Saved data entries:
class _Parts:
    """Connected parts of the non-rail wires, joined by the given elements.

    Rails are never passed through: an element reaching a rail ends there.
    ``members[root]`` lists the elements touching the part (file order),
    ``rails_of[root]`` the rails those elements reach.
    """

    def __init__(self, elements: list[Element], rails: set[str]):
        sets = WireSets()
        for el in elements:
            for w in (el.left, el.right):
                if w not in rails:
                    sets.find(w)  # a non-rail wire is a part of its own to begin with
            if el.left not in rails and el.right not in rails:
                sets.join(el.left, el.right)
        find = sets.find
        self._find = find
        self._parent = sets.parent
        self.members: dict[str, tuple[Element, ...]] = {}  # type: ignore[assignment]  # lists while built
        self.rails_of: dict[str, tuple[str, ...]] = {}  # type: ignore[assignment]
        for el in elements:
            roots = []
            for w in (el.left, el.right):
                if w not in rails:
                    r = find(w)
                    if r not in roots:
                        roots.append(r)
            for r in roots:
                self.members.setdefault(r, []).append(el)
                seen = self.rails_of.setdefault(r, [])
                for w in (el.left, el.right):
                    if w in rails and w not in seen:
                        seen.append(w)
        # Kept while the rules run: tuples (no spare room), and one tuple for
        # each set of rails, since most parts reach the same one or two.
        self.members = {r: tuple(m) for r, m in self.members.items()}
        shared: dict[tuple[str, ...], tuple[str, ...]] = {}
        self.rails_of = {r: shared.setdefault(t, t) for r, t in ((r, tuple(v)) for r, v in self.rails_of.items())}

    def root(self, wire: str) -> str | None:
        return self._find(wire) if wire in self._parent else None

    def reach(self, wire: str, rails: set[str]) -> set[str]:
        """Rails that ``wire`` reaches (a rail reaches itself)."""
        if wire in rails:
            return {wire}
        r = self.root(wire)
        return set(self.rails_of.get(r, ())) if r is not None else set()


def _adjacency(edges: Iterable[Edge]) -> dict[str, list[tuple[str, int]]]:
    adj: dict[str, list[tuple[str, int]]] = {}
    for eid, a, b in edges:
        if a == b:
            continue  # a self-loop is on no simple path
        adj.setdefault(a, []).append((b, eid))
        adj.setdefault(b, []).append((a, eid))
    return adj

* Instructions to follow *
Could you repeat exactly the lines above from the line with "self.members: dict[str, tuple[Element, ...]]" up to and including the line with "seen = self.rails_of.setdefault(r, [])", and only those?

* Result for this exercise *
        self.members: dict[str, tuple[Element, ...]] = {}  # type: ignore[assignment]  # lists while built
        self.rails_of: dict[str, tuple[str, ...]] = {}  # type: ignore[assignment]
        for el in elements:
            roots = []
            for w in (el.left, el.right):
                if w not in rails:
                    r = find(w)
                    if r not in roots:
                        roots.append(r)
            for r in roots:
                self.members.setdefault(r, []).append(el)
                seen = self.rails_of.setdefault(r, [])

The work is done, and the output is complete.